Laksamana Malahayati dalam Pentas Teatrikal Jalasena di TIM

By Indonesia Maritime News 10 Sep 2023, 19:51:06 WIB Seni & Budaya
Laksamana Malahayati dalam Pentas Teatrikal Jalasena di TIM

Keterangan Gambar : Pentas Teatrikal Jalasena Laksamana Malahayati di TIM. Foto: Dispenal




Indonesiamaritimenews.com (IMN), JAKARTA: Pahlawan kebanggaan Indonesia, Laksamana Malahayati adalah perempuan pertama di dunia yang menjadi Panglima Angkatan Laut. Dia adalah wanita dari Kesultanan Aceh Darussalam pada abad 16 yang gagah berani dalam melawan penjajahan. 

Falam rangka Hari Ulang Tahun (HUT) ke 78 TNI Angkatan Laut, pentas seni teater tentang Laksamana Malahayati ditampilkan di Taman Ismail Marzuki (TIM) Jakarta.

Baca Lainnya :

TNI Angkatan Laut mempersembahkan seni teatrikal Jalasena Laksamana Malahayati, yang merupakan salah satu rangkaian kegiatan dalam menyambut HIT ke-78 TNI Angkatan Laut yang jatuh pada 10 September. Pentas seni teater ini digelar di Taman Ismail Marzuki, Jakarta, Jumat (8/9/2023).  

Kisah ini menceritakan sosok Malahayati sebagai Panglima Armada Laut perempuan pertama di dunia dari Kesultanan Aceh Darussalam pada abad 16 dalam melawan penjajahan. 

Kepala Staf Angkatan Laut (Kasal) Laksamana TNI Muhammad Ali mengatakan, bahwa lewat kisah hidup dan sejarah Laksamana Malahayati telah menjadi inspirasi bagi wanita Indonesia. Selain itu juga dalam membangun kekuatan maritim, di mana negara ini merupakan salah satu negara kepulauan terbesar di dunia. 

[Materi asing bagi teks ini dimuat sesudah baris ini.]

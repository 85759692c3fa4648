package engine

import (
	"context"
	"encoding/json"
	"fmt"
	"sync/atomic"
	"testing"
	"time"

	"github.com/deadspace-fhir/deadspace/api/engine/enginetest"
	"github.com/deadspace-fhir/deadspace/api/pipeline"
	"github.com/deadspace-fhir/deadspace/api/store"
	"github.com/deadspace-fhir/deadspace/api/store/boltstore"
	"github.com/deadspace-fhir/deadspace/api/store/pgstore"
	"github.com/deadspace-fhir/deadspace/api/store/pgstore/pgtest"
	"github.com/deadspace-fhir/deadspace/derive"
	"github.com/deadspace-fhir/deadspace/fhir/decode"
)

// TestEvaluationWithNoBloodGasInReachReadsEndTidalOnly: after a new
// end-tidal reading far from any blood gas, the evaluation resumes the
// detector and reads the end-tidal readings of its span only (the other
// kinds cannot change what it finds, pipeline.DetectorKind), and not the
// patient's facts; after a new blood gas it reads every kind from the
// start of the gas's dependency span, facts included. The same holds over
// a store that copies the inputs out (store.InputScanner is optional),
// and over PostgreSQL, which replicas share (the detector's state is kept
// there too while no other replica evaluates the patient).
func TestEvaluationWithNoBloodGasInReachReadsEndTidalOnly(t *testing.T) {
	t.Parallel()
	embedded := func(inPlace bool) func(t *testing.T) factCounter {
		return func(t *testing.T) factCounter {
			st := enginetest.OpenStore(t, boltstore.Options{NoSync: true})
			counting := &patientReads{Store: st}
			if inPlace {
				return scanningPatientReads{counting, st}
			}
			return counting
		}
	}
	for _, c := range []struct {
		name    string
		open    func(t *testing.T) factCounter
		inPlace bool
	}{
		{"embedded, in place", embedded(true), true},
		{"embedded, copied", embedded(false), false},
		{"PostgreSQL", func(t *testing.T) factCounter {
			st, err := pgstore.Open(t.Context(), pgtest.NewSchema(t), pgstore.Options{Holder: "replica"})
			if err != nil {
				t.Fatal(err)
			}
			t.Cleanup(func() { _ = st.Close() })
			return &sharedPatientReads{Store: st}
		}, false},
	} {
		t.Run(c.name, func(t *testing.T) {
			t.Parallel()
			over := c.open(t)
			if _, ok := over.(store.InputScanner); ok != c.inPlace {
				t.Fatalf("the store shows its inputs in place: %v, want %v", ok, c.inPlace)
			}
			evaluationWithNoBloodGasInReach(t, over)
		})
	}
}

// factCounter is a store that counts the reads of patient facts.
type factCounter interface {
	store.Store
	factReads() int64
}

func evaluationWithNoBloodGasInReach(t *testing.T, over factCounter) {
	enc := enginetest.Encoder(t)
	e, err := New(Config{Store: over, Decoder: decode.New(decode.Options{}), Encoder: enc, Derive: derive.DefaultConfig()})
	if err != nil {
		t.Fatal(err)
	}
	ctx := context.Background()
	now := time.Now().UTC().Truncate(time.Minute)
	const subject = "Patient/eb-0"
	history := []json.RawMessage{json.RawMessage(`{"resourceType":"Patient","id":"eb-0","meta":{"versionId":"1","lastUpdated":"2026-01-01T00:00:00Z"},"gender":"male","birthDate":"1960-01-01"}`)}
	for m := 60; m > 0; m-- {
		at := now.Add(-time.Duration(m) * time.Minute)
		history = append(history, benchReadingOf(subject, fmt.Sprintf("et-%d", m), "19891-1", "mm[Hg]", 36, at),
			benchReadingOf(subject, fmt.Sprintf("vt-%d", m), "76222-9", "mL", 480, at))
	}
	history = append(history, benchReadingOf(subject, "gas-old", "2019-8", "mm[Hg]", 42, now.Add(-50*time.Minute)))
	// evaluate ingests raws, then evaluates the patient as the loop does,
	// and returns what its input read gave.
	evaluate := func(raws ...json.RawMessage) (inputs []kindCount, derivesGas bool, factsRead int64) {
		t.Helper()
		d := ingestOneMark(t, e, over, raws...)
		gases := e.gasRange(d)
		in, derives, _, err := e.loadEvaluationInputs(ctx, d.Subject, gases, e.fallState(d, gases.GasesFrom), nil)
		if err != nil {
			t.Fatal(err)
		}
		before := over.factReads()
		if err := e.evaluatePatient(ctx, d); err != nil {
			t.Fatal(err)
		}
		return countKinds(in), derives, over.factReads() - before
	}
	if kinds, derives, facts := evaluate(history...); !derives || len(kinds) != 3 || facts != 1 {
		t.Fatalf("first evaluation read %v (a blood gas derived: %v) and the facts %d times, want every kind, the blood gas and the facts", kinds, derives, facts)
	}
	kinds, derives, facts := evaluate(benchReadingOf(subject, "et-new", "19891-1", "mm[Hg]", 37, now))
	if derives || len(kinds) != 1 || kinds[0].kind != derive.KindEtCO2 || kinds[0].n < 10 || kinds[0].n > 30 || facts != 0 {
		t.Errorf("after a new end-tidal reading the evaluation read %v (a blood gas derived: %v) and the facts %d times, want the end-tidal readings of minutes only", kinds, derives, facts)
	}
	kinds, derives, facts = evaluate(benchReadingOf(subject, "gas-new", "2019-8", "mm[Hg]", 44, now.Add(-10*time.Minute)))
	if !derives || len(kinds) != 3 || kinds[1].n < 60 || facts != 1 {
		t.Errorf("after a new blood gas the evaluation read %v (a blood gas derived: %v) and the facts %d times, want every kind of its hour's span and the facts", kinds, derives, facts)
	}
}

// patientReads counts reads of patient facts, over a store that one
// process holds (the embedded store under it), which it copies inputs out
// of: it hides the embedded store's in-place scan.
type patientReads struct {
	store.Store
	n atomic.Int64
}

func (p *patientReads) Exclusive() bool { return true }

// scanningPatientReads is patientReads showing inputs in place as the
// embedded store does.
type scanningPatientReads struct {
	*patientReads
	scanner store.InputScanner
}

func (s scanningPatientReads) ScanInputsFrom(ctx context.Context, subject string, from time.Time, fn func(store.InputRow) error) error {
	return s.scanner.ScanInputsFrom(ctx, subject, from, fn)
}

func (p *patientReads) Patient(ctx context.Context, subject string) (store.Patient, error) {
	p.n.Add(1)
	return p.Store.Patient(ctx, subject)
}

func (p *patientReads) factReads() int64 { return p.n.Load() }

// sharedPatientReads counts reads of patient facts over PostgreSQL, which
// replicas share (store.Replicated).
type sharedPatientReads struct {
	*pgstore.Store
	n atomic.Int64
}

func (p *sharedPatientReads) Patient(ctx context.Context, subject string) (store.Patient, error) {
	p.n.Add(1)
	return p.Store.Patient(ctx, subject)
}

func (p *sharedPatientReads) factReads() int64 { return p.n.Load() }

type kindCount struct {
	kind derive.Kind
	n    int
}

// countKinds counts inputs by kind, in order of kind.
func countKinds(in []pipeline.Input) []kindCount {
	var out []kindCount
	for k := range derive.Kind(255) {
		n := 0
		for _, i := range in {
			if i.Reading.Kind == k {
				n++
			}
		}
		if n > 0 {
			out = append(out, kindCount{k, n})
		}
	}
	return out
}
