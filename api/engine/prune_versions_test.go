package engine_test

import (
	"context"
	"encoding/json"
	"fmt"
	"testing"
	"time"

	"github.com/deadspace-fhir/deadspace/api/engine"
	"github.com/deadspace-fhir/deadspace/api/engine/enginetest"
	"github.com/deadspace-fhir/deadspace/api/store/boltstore"
	"github.com/deadspace-fhir/deadspace/derive"
	"github.com/deadspace-fhir/deadspace/fhir/decode"
)

// TestPrunedCorrectionStaysInForce: a blood gas sampled an hour ago is
// corrected to an earlier sample time near the retention horizon (under
// the same patient, or re-filed to another). Once the corrected version's
// row is pruned, a late copy of the first version (a retried
// notification, a catch-up overlap) is still within the retention, and
// must still be refused: nothing is derived again at the first sample
// time.
func TestPrunedCorrectionStaysInForce(t *testing.T) {
	for _, tc := range []struct {
		name   string
		second string // the patient the correction names
	}{
		{"corrected under the same patient", "Patient/o1"},
		{"corrected and re-filed to another patient", "Patient/o2"},
	} {
		t.Run(tc.name, func(t *testing.T) {
			now := orderNight.Add(30 * time.Hour)
			st := enginetest.OpenStore(t, boltstore.Options{NoSync: true})
			eng, err := engine.New(engine.Config{
				Store: st, Decoder: decode.New(decode.Options{}), Encoder: enginetest.Encoder(t), Derive: derive.DefaultConfig(),
				Retention: 24 * time.Hour, Now: func() time.Time { return now },
			})
			if err != nil {
				t.Fatal(err)
			}
			ctx := context.Background()
			t1 := now.Add(-time.Hour)
			t2 := now.Add(-24*time.Hour + 10*time.Minute)
			var stream []json.RawMessage
			for _, at := range []time.Time{t1, t2} {
				for m := -3; m <= 3; m++ {
					a := at.Add(time.Duration(m) * time.Minute)
					id := fmt.Sprint(a.Unix())
					stream = append(stream,
						orderObs("Patient/o1", "et"+id, "1", a, "final", "19891-1", "mm[Hg]", 35, a),
						orderObs("Patient/o1", "vt"+id, "1", a, "final", "75958-9", "mL", 500, a),
						orderObs("Patient/o1", "rr"+id, "1", a, "final", "19840-8", "/min", 16, a))
				}
			}
			v1 := orderObs("Patient/o1", "g", "1", t1.Add(20*time.Minute), "final", "2019-8", "mm[Hg]", 45, t1)
			v2 := orderObs(tc.second, "g", "2", t1.Add(40*time.Minute), "corrected", "2019-8", "mm[Hg]", 45, t2)
			feedInChunks(t, eng, append(stream, v1, v2), 1000)
			if n := liveAt(t, eng, "Patient/o1", t1); n != 0 {
				t.Fatalf("%d values at the first sample time before pruning, want none", n)
			}
			// Fifteen minutes later the corrected version is past the
			// retention and pruned.
			now = now.Add(15 * time.Minute)
			if _, err := st.Prune(ctx, now.Add(-24*time.Hour)); err != nil {
				t.Fatal(err)
			}
			rec, err := eng.Ingest(ctx, "test", []json.RawMessage{v1})
			if err != nil {
				t.Fatal(err)
			}
			if err := eng.EvaluateNow(ctx); err != nil {
				t.Fatal(err)
			}
			if n := liveAt(t, eng, "Patient/o1", t1); n != 0 {
				t.Errorf("a late copy of version 1 (receipt %+v) made %d values live from the superseded sample time", rec, n)
			}
		})
	}
}

// liveAt counts subject's values at sample time at that are not
// withdrawn.
func liveAt(t *testing.T, eng *engine.Engine, subject string, at time.Time) int {
	t.Helper()
	recs, err := eng.Derivations(context.Background(), subject, time.Time{}, at.Add(24*time.Hour), "", 1000)
	if err != nil {
		t.Fatal(err)
	}
	n := 0
	for _, r := range recs {
		if r.Status != "entered-in-error" && r.EffectiveAt.Equal(at) {
			n++
		}
	}
	return n
}
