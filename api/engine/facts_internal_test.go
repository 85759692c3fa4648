package engine

import (
	"fmt"
	"net/http"
	"net/http/httptest"
	"sync/atomic"
	"testing"
	"time"

	"github.com/deadspace-fhir/deadspace/api/engine/enginetest"
	"github.com/deadspace-fhir/deadspace/api/store/boltstore"
	"github.com/deadspace-fhir/deadspace/derive"
	"github.com/deadspace-fhir/deadspace/fhir/client"
	"github.com/deadspace-fhir/deadspace/fhir/decode"
)

// A Patient read the server refuses for good (no such patient, deleted,
// not allowed) gives unknown facts, so the patient is evaluated rather
// than left pending for ever, and the refusal is remembered for a while,
// so evaluations every few seconds do not each read it again. A failure a
// retry can mend (the server down, throttling, a credential being
// renewed) keeps the patient pending.
func TestPatientReadRefusals(t *testing.T) {
	t.Parallel()
	cases := []struct {
		name    string
		status  int
		unknown bool // evaluated with unknown facts (else: pending)
	}{
		{"not found", http.StatusNotFound, true},
		{"gone", http.StatusGone, true},
		{"forbidden", http.StatusForbidden, true},
		{"bad request", http.StatusBadRequest, true},
		{"unauthorized", http.StatusUnauthorized, false},
		{"throttled", http.StatusTooManyRequests, false},
		{"unavailable", http.StatusServiceUnavailable, false},
		{"server error", http.StatusInternalServerError, false},
	}
	for _, c := range cases {
		t.Run(c.name, func(t *testing.T) {
			t.Parallel()
			var reads atomic.Int32
			srv := httptest.NewServer(http.HandlerFunc(func(w http.ResponseWriter, r *http.Request) {
				reads.Add(1)
				w.Header().Set("Content-Type", "application/fhir+json")
				w.WriteHeader(c.status)
				fmt.Fprint(w, `{"resourceType":"OperationOutcome","issue":[{"severity":"error","code":"processing"}]}`)
			}))
			defer srv.Close()
			cl, err := client.New(client.Config{BaseURL: srv.URL + "/fhir", MaxRetries: -1})
			if err != nil {
				t.Fatal(err)
			}
			e, err := New(Config{Store: enginetest.OpenStore(t, boltstore.Options{NoSync: true}), Decoder: decode.New(decode.Options{}),
				Encoder: enginetest.Encoder(t), Derive: derive.DefaultConfig(), Client: cl})
			if err != nil {
				t.Fatal(err)
			}
			for range 3 {
				facts, err := e.patientFacts(t.Context(), "Patient/pf-1")
				if got := err == nil; got != c.unknown {
					t.Fatalf("HTTP %d: error %v; want evaluated with unknown facts: %v", c.status, err, c.unknown)
				}
				if err == nil && facts != (derive.Patient{}) {
					t.Fatalf("HTTP %d gave facts %+v", c.status, facts)
				}
			}
			want := int32(3)
			if c.unknown {
				want = 1
			}
			if n := reads.Load(); n != want {
				t.Errorf("HTTP %d: %d reads for three evaluations, want %d", c.status, n, want)
			}
		})
	}
}

// The refusals remembered expire, and are bounded in number.
func TestFactsUnavailableExpiresAndIsBounded(t *testing.T) {
	t.Parallel()
	var f factsUnavailable
	t0 := time.Date(2026, 3, 1, 8, 0, 0, 0, time.UTC)
	f.remember("Patient/a", t0)
	if !f.known("Patient/a", t0.Add(factsUnavailableFor-time.Second)) {
		t.Error("forgotten before its time")
	}
	if f.known("Patient/a", t0.Add(factsUnavailableFor)) {
		t.Error("remembered after its time")
	}
	for i := range maxFactsUnavailable + 10 {
		f.remember(fmt.Sprintf("Patient/b%d", i), t0.Add(time.Duration(i)*time.Millisecond))
	}
	if n := len(f.until); n > maxFactsUnavailable {
		t.Errorf("%d remembered, want at most %d", n, maxFactsUnavailable)
	}
	if !f.known(fmt.Sprintf("Patient/b%d", maxFactsUnavailable+9), t0.Add(time.Second)) {
		t.Error("the newest was dropped")
	}
}
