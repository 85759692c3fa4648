package engine

import (
	"context"
	"encoding/json"
	"errors"
	"sync"
	"testing"
	"time"

	"github.com/deadspace-fhir/deadspace/api/engine/enginetest"
	"github.com/deadspace-fhir/deadspace/api/store"
	"github.com/deadspace-fhir/deadspace/api/store/boltstore"
	"github.com/deadspace-fhir/deadspace/derive"
	"github.com/deadspace-fhir/deadspace/fhir/decode"
)

// failOnceStore refuses the first commit (a store briefly unable to
// write), and steps the clock by step at the first listing after it, so
// the step falls between the failure and the retry it schedules.
type failOnceStore struct {
	store.Store
	clock *offsetClock
	step  time.Duration

	mu      sync.Mutex
	failed  bool
	stepped bool
}

func (f *failOnceStore) Commit(ctx context.Context, c store.Change, now time.Time) error {
	f.mu.Lock()
	first := !f.failed
	f.failed = true
	f.mu.Unlock()
	if first {
		return errors.New("store briefly refuses writes")
	}
	return f.Store.Commit(ctx, c, now)
}

func (f *failOnceStore) DirtyPatients(ctx context.Context) ([]store.Dirty, error) {
	f.mu.Lock()
	if f.failed && !f.stepped {
		f.stepped = true
		f.clock.step(f.step)
	}
	f.mu.Unlock()
	return f.Store.DirtyPatients(ctx)
}

// A patient whose evaluation failed is held back for a few seconds before
// it is tried again. That hold is a wait like the settle and the outbox's
// retries: a wall clock stepped back after the failure must not hold the
// patient back by the step (it is held by the engine's clock today, so a
// step back of an hour leaves the patient pending for an hour).
func TestFailedEvaluationRetryIsNotHeldBackByAClockSteppedBack(t *testing.T) {
	t.Parallel()
	clock := &offsetClock{}
	st := &failOnceStore{Store: enginetest.OpenStore(t, boltstore.Options{NoSync: true}), clock: clock, step: -time.Hour}
	eng, err := New(Config{Store: st, Decoder: decode.New(decode.Options{}), Encoder: enginetest.Encoder(t),
		Derive: derive.DefaultConfig(), Now: clock.now})
	if err != nil {
		t.Fatal(err)
	}
	at := time.Now().UTC().Truncate(time.Minute).Add(-time.Hour)
	if _, err := eng.Ingest(t.Context(), "test", []json.RawMessage{readingOf("Patient/held-1", "h1", "2019-8", "mm[Hg]", 42, at)}); err != nil {
		t.Fatal(err)
	}
	run(t, eng)
	deadline := time.Now().Add(30 * time.Second)
	for {
		h, err := eng.Health(t.Context())
		if err != nil {
			t.Fatal(err)
		}
		if h.Stats.DirtyPatients == 0 {
			return
		}
		if time.Now().After(deadline) {
			t.Fatal("30 s after a failed evaluation and a clock stepped back an hour, the patient is still pending; want it evaluated again after its hold of about 5 s")
		}
		time.Sleep(50 * time.Millisecond)
	}
}
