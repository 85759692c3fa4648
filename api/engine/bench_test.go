package engine_test

import (
	"context"
	"encoding/json"
	"fmt"
	"path/filepath"
	"slices"
	"testing"
	"time"

	"github.com/deadspace-fhir/deadspace/api/engine"
	"github.com/deadspace-fhir/deadspace/api/store/boltstore"
	"github.com/deadspace-fhir/deadspace/derive"
	"github.com/deadspace-fhir/deadspace/fhir/decode"
	"github.com/deadspace-fhir/deadspace/fhir/encode"
)

// BenchmarkPostToRecorded measures, for one patient with 1 h and with 12 h
// of minute readings of five kinds (and a blood gas an hour) in the store,
// the time from handing the engine a new blood gas to its derivation being
// committed (ingest, evaluation, commit, with fsync). The goal (issue 9) is
// a 12 h p50 at most 1.5 times the 1 h p50: the work per notification must
// not grow with retained history.
func BenchmarkPostToRecorded(b *testing.B) {
	for _, hours := range []int{1, 12} {
		b.Run(fmt.Sprintf("history=%dh", hours), func(b *testing.B) {
			st, err := boltstore.Open(filepath.Join(b.TempDir(), "s.db"), boltstore.Options{})
			if err != nil {
				b.Fatal(err)
			}
			defer st.Close()
			enc, err := encode.New(encode.DefaultOptions())
			if err != nil {
				b.Fatal(err)
			}
			eng, err := engine.New(engine.Config{Store: st, Decoder: decode.New(decode.Options{}), Encoder: enc, Derive: derive.DefaultConfig()})
			if err != nil {
				b.Fatal(err)
			}
			ctx := context.Background()
			now := time.Now().UTC().Truncate(time.Minute)
			subject := "Patient/w1"
			var batch []json.RawMessage
			for m := hours * 60; m > 0; m-- {
				at := now.Add(-time.Duration(m) * time.Minute)
				for k, c := range []struct {
					code, unit string
					v          float64
				}{{"19891-1", "mm[Hg]", 36}, {"76222-9", "mL", 480}, {"19840-8", "/min", 16}, {"76008-2", "L/min", 7.7}, {"60825-7", "mL/min", 210}} {
					batch = append(batch, obs(fmt.Sprintf("r-%d-%d", m, k), "1", "final", c.code, c.unit, c.v, at, at.Add(time.Minute)))
				}
				if m%60 == 30 {
					batch = append(batch, obs(fmt.Sprintf("hist-gas-%d", m), "1", "final", "2019-8", "mm[Hg]", 42, at, at.Add(time.Minute)))
				}
				if len(batch) >= 500 || m == 1 {
					if _, err := eng.Ingest(ctx, "bench", batch); err != nil {
						b.Fatal(err)
					}
					batch = batch[:0]
				}
			}
			if err := eng.EvaluateNow(ctx); err != nil {
				b.Fatal(err)
			}
			_ = subject
			var lat []time.Duration
			i := 0
			for b.Loop() {
				i++
				// The same blood gas, amended each time, so every iteration
				// derives one blood gas against the same history.
				at := now.Add(-5 * time.Minute)
				gas := obs("gas", fmt.Sprint(i), "amended", "2019-8", "mm[Hg]", 40+float64(i%7), at, now.Add(time.Duration(i)*time.Millisecond))
				t0 := time.Now()
				if _, err := eng.Ingest(ctx, "bench", []json.RawMessage{gas}); err != nil {
					b.Fatal(err)
				}
				if err := eng.EvaluateNow(ctx); err != nil {
					b.Fatal(err)
				}
				lat = append(lat, time.Since(t0))
			}
			slices.Sort(lat)
			b.ReportMetric(float64(lat[len(lat)/2].Microseconds())/1000, "p50-ms")
			b.ReportMetric(float64(lat[len(lat)*99/100].Microseconds())/1000, "p99-ms")
		})
	}
}
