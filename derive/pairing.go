package derive

import (
	"fmt"
	"math"
	"slices"
	"sort"
	"time"
)

// SubstitutePriority is the code-table priority below which a source is a
// substitute for the quantity an equation needs: a set tidal volume, an
// inspired minute volume, a mechanical-only or spontaneous-only rate, an
// end-tidal CO2 converted from a percentage. The default code table (package
// fhir/codes) gives measured values 20 or 30 and substitutes 10 or 15; a
// site table that adds rows keeps to the same scale. A priority of 0 or
// less means none was given and is never disclosed as a substitute.
const SubstitutePriority = 20

// sameSample is how close in time a temperature-adjusted PaCO2 must be to
// the blood gas to be taken as the same sample. Both come from one analyser
// run and normally carry the same effective time; the minute allows for a
// feed that stamps them separately. A design choice.
const sameSample = time.Minute

// minPaCO2 is the lowest arterial PCO2, in mm[Hg], taken as a value in
// mm[Hg]. Below it, a number is only plausible in kPa (a PaCO2 of 5.3 kPa is
// 40 mm[Hg]). A design choice, from memory: PaCO2 around 13 mm[Hg] has been
// measured in climbers at extreme altitude and in severe metabolic
// acidosis, and nothing lower is usual in a living patient. A kPa value of
// 10 to 20 labelled mm[Hg] cannot be told apart by its size and passes.
const minPaCO2 = 10.0

// minPaCO2KPa is the lowest number read as a PaCO2 in kPa labelled
// mm[Hg]: 1 kPa is 7.5 mm[Hg], below anything measured in a living patient.
const minPaCO2KPa = 1.0

// CheckValue says whether v can be a value of kind k in its canonical unit.
// It returns "" when it can, [ReasonWrongUnit] when the value is only
// plausible in another unit (an arterial PCO2 from 1 to 10 "mm[Hg]", a body
// temperature in °F labelled Cel), and [ReasonImplausible] when it is
// outside the physiological range of the kind. The detail says which.
// End-tidal CO2 in the wrong unit is judged over a window of readings, not
// one at a time: a single low reading may be a disconnection.
func CheckValue(k Kind, v float64) (Reason, string) {
	ok, lo, hi := Plausible(k, v)
	if ok {
		return "", ""
	}
	switch {
	case (k == KindPaCO2 || k == KindPaCO2Adjusted) && v >= minPaCO2KPa && v < minPaCO2:
		return ReasonWrongUnit, fmt.Sprintf("%s %v mm[Hg] is below %v mm[Hg]: only plausible in kPa (%.4g kPa is %.3g mm[Hg])",
			k, v, minPaCO2, v, v*kPaToMMHg)
	case k == KindBodyTemperature && v >= 77 && v <= 113:
		return ReasonWrongUnit, fmt.Sprintf("body temperature %v Cel is only plausible in °F", v)
	}
	return ReasonImplausible, fmt.Sprintf("%s %v %s is outside %v–%v", k, v, k.Unit(), lo, hi)
}

// kPaToMMHg converts kPa to mm[Hg] for details only (1 kPa = 7.500616
// mm[Hg]); conversion proper is the adapter's job.
const kPaToMMHg = 7.500616

// etco2KPaBand is where a whole window of end-tidal readings sits when they
// are kPa labelled mm[Hg]: 2.5–10 kPa covers end-tidal CO2 from 19 to 75
// mm[Hg]. A design choice.
var etco2KPaBand = [2]float64{2.5, 10}

// windowedKinds are the kinds summarised over the pairing window, in Kind
// order. Height is chosen differently: it changes slowly and is measured
// rarely; temperature and the temperature-adjusted PaCO2 too (see
// [builder.temperature]).
var windowedKinds = [...]Kind{
	KindEtCO2, KindMixedExpiredCO2, KindVCO2, KindTidalVolume, KindMinuteVolume, KindRespRate,
}

func isWindowed(k Kind) bool { return slices.Contains(windowedKinds[:], k) }

// preferred keeps the readings of the highest priority among rs (one kind,
// one window) and records the others as left out. It returns the kept
// readings and, when their priority is below [SubstitutePriority], a
// sentence saying which source was used and why.
func (b *builder) preferred(k Kind, rs []Reading) ([]Reading, string) {
	best := rs[0].Priority
	for _, r := range rs {
		best = max(best, r.Priority)
	}
	kept := rs[:0:0]
	for _, r := range rs {
		if r.Priority < best {
			b.d.Omitted = append(b.d.Omitted, Omission{Ref: r.Ref, Reason: ReasonLowerPriority,
				Detail: fmt.Sprintf("%s of priority %d; priority %d was present in the same window", k, r.Priority, best)})
			continue
		}
		kept = append(kept, r)
	}
	if best >= SubstitutePriority || best <= 0 { // 0: no priority given, as for a caller without a code table
		return kept, ""
	}
	return kept, fmt.Sprintf("%s is from a lower-priority source (%s, code-table priority %d), used because no measured %s was within ±%s of the sample time%s",
		k, substituteName(k, sourceOf(kept)), best, k, ClinicalDuration(b.window), substituteRisk(k))
}

// sourceOf is the source of readings of one kind and priority: the one
// they share, else (rows of one priority that name different sources)
// [SourceUnspecified].
func sourceOf(rs []Reading) Source {
	s := rs[0].SourceKind()
	for _, r := range rs[1:] {
		if r.SourceKind() != s {
			return SourceUnspecified
		}
	}
	return s
}

// substituteName says what a low-priority source of kind k is, by the
// source its code-table row names (see [Reading.SourceKind]), never by its
// priority number.
func substituteName(k Kind, s Source) string {
	switch s {
	case SourceSet:
		switch k {
		case KindTidalVolume:
			return "a set tidal volume"
		case KindMinuteVolume:
			return "a set minute volume"
		case KindRespRate:
			return "a set rate"
		}
		return "a ventilator setting"
	case SourceInspired:
		switch k {
		case KindTidalVolume:
			return "a delivered (inspired) tidal volume"
		case KindMinuteVolume:
			return "an inspired minute volume"
		}
		return "an inspired value"
	case SourcePartialRate:
		return "a mechanical-only or spontaneous-only rate"
	case SourceConvertedPercent:
		return "a CO2 percentage converted with an assumed barometric pressure"
	case SourceMeasured:
		return "another measured " + k.String()
	}
	return "sources of this priority that differ in kind"
}

// substituteRisk says what the substitute does to the values; from the
// leak caveat (common practice).
func substituteRisk(k Kind) string {
	switch k {
	case KindTidalVolume, KindMinuteVolume:
		return "; it overstates the expired volume when there is a leak"
	case KindRespRate:
		return "; it misses the other breaths"
	}
	return ""
}

// inspiredSide reports whether s is a source a leak is judged against: a
// delivered or inspired volume, or a setting.
func inspiredSide(s Source) bool { return s == SourceInspired || s == SourceSet }
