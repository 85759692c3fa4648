package engine

import (
	"testing"
	"time"

	"github.com/deadspace-fhir/deadspace/api/store"
)

// TestWaitsOnASharedStoreFollowTheStoresClock: on a store shared by
// replicas, a mark's settle delay and a write's backoff are read from the
// store's clock (store.Dirty.Waited, store.Write.Wait), not from times
// another replica stamped by its own clock, which may run minutes apart
// from this one's; a mark that already waited by the store's clock (from
// before a restart) is not held again.
func TestWaitsOnASharedStoreFollowTheStoresClock(t *testing.T) {
	now := time.Now().Add(5 * time.Minute) // this replica's clock, five minutes ahead
	stamped := time.Now()                  // the ingesting replica's clock
	var m marksSeen
	fresh := store.Dirty{Subject: "Patient/a", Since: stamped, Waited: 50 * time.Millisecond}
	if got := m.settled(fresh, now, true); got > time.Second {
		t.Errorf("a mark 50 ms old by the store's clock has waited %v on a replica whose clock is ahead; want 50 ms", got)
	}
	if got := m.settled(fresh, now, false); got < 4*time.Minute {
		t.Errorf("one replica, one clock: waited %v, want the age by its own clock", got)
	}
	old := store.Dirty{Subject: "Patient/b", Since: stamped.Add(-10 * time.Minute), Waited: 10 * time.Minute}
	if got := m.settled(old, time.Now(), true); got < 10*time.Minute {
		t.Errorf("a mark 10 min old by the store's clock, first listed after a restart: waited %v, want 10 min", got)
	}

	var r retryDue
	behind := store.Write{ID: 1, Attempts: 1, NotBefore: stamped.Add(30 * time.Second), Wait: 30 * time.Second, StoreClock: true}
	if !r.waits(behind, now) {
		t.Error("a write rescheduled for 30 s on the store's clock is due at once on a replica whose clock is 5 min ahead")
	}
	aheadOfUs := store.Write{ID: 2, Attempts: 1, NotBefore: now.Add(10 * time.Minute), StoreClock: true}
	if r.waits(aheadOfUs, now) {
		t.Error("a write due by the store's clock waits for a NotBefore another replica's clock set ahead")
	}
}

Seperti yang telah diketahui, Laksamana Malahayati bersama Laskar Inong Balee, sebuah kesatuan yang berisikan lebih dari 2.000 prajurit perempuan terdiri dari para janda pejuang tanah Aceh, berjuang dalam mengusir bangsa asing dari Tanah Rencong, bahkan hingga berhasil menewaskan tokoh Belanda Cornelis de Houtman. 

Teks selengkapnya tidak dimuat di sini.